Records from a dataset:
-------

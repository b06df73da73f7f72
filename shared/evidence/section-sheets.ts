import { CAUTIONS } from '../cautions.ts';
import { formatCount } from '../presentation/format-number.ts';
import { CATEGORIES } from '../damage/categories.ts';
import { capital } from '../presentation/capital.ts';
import { stacked, wordsPart, type ColumnPart, type ColumnPen } from './column-part.ts';
import { crossSectionMarks } from './cross-section-marks.ts';
import type { DrawnSections } from './drawn-sections.ts';
import { keyPart } from './key-plan.ts';
import { toneParts } from './legend-part.ts';
import { listInColumn } from './list-in-column.ts';
import { lineOnGround } from './line-on-ground.ts';
import { longSectionMarks } from './long-section-marks.ts';
import type { Measure } from './marks.ts';
import type { PlanMaterial } from './plan-material.ts';
import { frameMarks } from './plan-signs.ts';
import { ASIDE, type PlannedSection } from './planned-sections.ts';
import type { PlannedSheet } from './planned-sheets.ts';
import { noteParts, tableParts } from './rows-part.ts';
import { columnMarks, columnPen, revisionPart } from './sheet-column.ts';
import { sheetsBehind } from './sheets-behind.ts';
import { runNotes } from './sheet-notes.ts';
import type { AboutSheets, Sheet } from './sheet.ts';
import { titleOfSheet } from './title-of-sheet.ts';

type Drawn = {
  readonly planned: PlannedSheet;
  readonly section: PlannedSection;
  readonly all: readonly PlannedSheet[];
  readonly material: PlanMaterial;
  readonly about: AboutSheets;
  readonly measure: Measure;
};

function scaleWords({
  denominator,
  exaggeration,
  settlementExaggeration,
}: PlannedSection): string[] {
  const one = (times: number) => `1 : ${formatCount(Number((denominator / times).toPrecision(4)))}`;
  const up =
    exaggeration === 1
      ? 'Levels as lengths'
      : `Levels ${exaggeration} times as large, ${one(exaggeration)}`;
  return [
    `Lengths ${one(1)}. ${up}. Settlement ${formatCount(settlementExaggeration)} times as large as lengths, ${one(settlementExaggeration)}.`,
    'Buildings stand at true width and are drawn at one height; their colour is the category at the central values.',
    'The band is settlement of the surface over the whole range, its dotted edge low and its dashed edge high; the line is at the central values.',
  ];
}

function sectionNotes(section: PlannedSection, about: AboutSheets): string[] {
  return [...scaleWords(section), ...runNotes(about), CAUTIONS.join(' ')];
}

function drawingOf({ planned, section, material, about, measure }: Drawn): DrawnSections {
  const { window } = planned.layout;
  const at = { left: window.left + ASIDE, top: window.top };
  const room = { line: lineOnGround(about.run.design.line), material, about, measure };
  return section.kind === 'cross sections'
    ? crossSectionMarks(at, section, room)
    : longSectionMarks(at, section, room);
}

function listParts(pen: ColumnPen, unnamed: DrawnSections['unnamed']): ColumnPart[] {
  if (unnamed.length === 0) return [];
  const columns = [
    { heading: 'No.', share: 0.09 },
    { heading: 'Reference', share: 0.4 },
    { heading: 'Where', share: 0.51 },
  ];
  const rows = unnamed.map(({ reference, where }, k) => [String(k + 1), reference, where]);
  return tableParts(pen, `Buildings without room for a name: ${unnamed.length}`, columns, rows);
}

const BEHIND = 'Buildings without room for a name are listed on the sheet behind this one.';

function legend(pen: ColumnPen): ColumnPart {
  return stacked([
    wordsPart(pen, 'Damage category, central values', { size: 9.5, isStrong: true }),
    { height: 0.8, marks: () => [] },
    ...CATEGORIES.map(({ category, label, name }) =>
      toneParts(
        pen,
        { tone: { by: 'category', number: category }, label, words: capital(name) },
        '',
      ),
    ),
  ]);
}

/**
 * A sheet of sections, with sheets behind it for notes that found no room in the column.
 *
 * Units: mm. Valid: as `drawnSheets`. Source: [own].
 */
export function sectionSheets(drawn: Drawn): Sheet[] {
  const { planned, section, all, about, measure } = drawn;
  const { layout, number } = planned;
  const pen = columnPen(layout, measure);
  const key = { line: about.run.design.line, all, number, ground: about.keyGround };
  const { marks, unnamed } = drawingOf(drawn);
  const list = listInColumn(pen, layout, listParts(pen, unnamed), BEHIND);
  const column = columnMarks(layout, pen, {
    always: [legend(pen)],
    asRoom: [
      stacked(noteParts(pen, sectionNotes(section, about))),
      ...revisionPart(pen, about.fields),
      ...list.inColumn,
      keyPart(pen, key),
    ],
    title: titleOfSheet(planned, about, ''),
  });
  const sheet = {
    name: `${about.fields.title || 'Sections'}, sheet ${number}`,
    ...{ width: layout.width, height: layout.height },
    marks: [
      { kind: 'within' as const, window: layout.window, marks },
      ...frameMarks(layout.frame, layout.window, layout.column),
      ...column.marks,
    ],
  };
  return [sheet, ...sheetsBehind(sheet, { planned, about, pen }, list.behind(column.left))];
}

-------

Give the number of lines in the entries that include the string "window", and nothing more.

4